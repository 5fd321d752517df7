import { describe, expect, it } from 'vitest';
import { electronegativity } from '../../src/elements/electronegativity.ts';

const value = (symbol: string): number => electronegativity(symbol) ?? Number.NaN;

describe('Allen electronegativities', () => {
  // The order that decides oxidation numbers of binary compounds; Karen et al. 2016, from memory.
  it.each([
    ['F', 'O'],
    ['O', 'N'],
    ['N', 'Cl'],
    ['Cl', 'Br'],
    ['Br', 'S'],
    ['S', 'C'],
    ['C', 'H'],
    ['H', 'B'],
    ['P', 'As'],
    ['Te', 'Sb'],
    ['S', 'Fe'],
  ])('put %s above %s', (above, below) => {
    expect(value(above)).toBeGreaterThan(value(below));
  });

  it('give none where none is tabulated', () => {
    expect(electronegativity('U')).toBeUndefined();
  });
});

_ _ _ _

◆ What you will do ◆
Begin at the first line of the material above. Transcribe each line exactly, ending with the line that contains "it('give none where".

◆ Response box ◆
repository 5fd321d752517df7
import { describe, expect, it } from 'vitest';
import { electronegativity } from '../../src/elements/electronegativity.ts';

const value = (symbol: string): number => electronegativity(symbol) ?? Number.NaN;

describe('Allen electronegativities', () => {
  // The order that decides oxidation numbers of binary compounds; Karen et al. 2016, from memory.
  it.each([
    ['F', 'O'],
    ['O', 'N'],
    ['N', 'Cl'],
    ['Cl', 'Br'],
    ['Br', 'S'],
    ['S', 'C'],
    ['C', 'H'],
    ['H', 'B'],
    ['P', 'As'],
    ['Te', 'Sb'],
    ['S', 'Fe'],
  ])('put %s above %s', (above, below) => {
    expect(value(above)).toBeGreaterThan(value(below));
  });

  it('give none where none is tabulated', () => {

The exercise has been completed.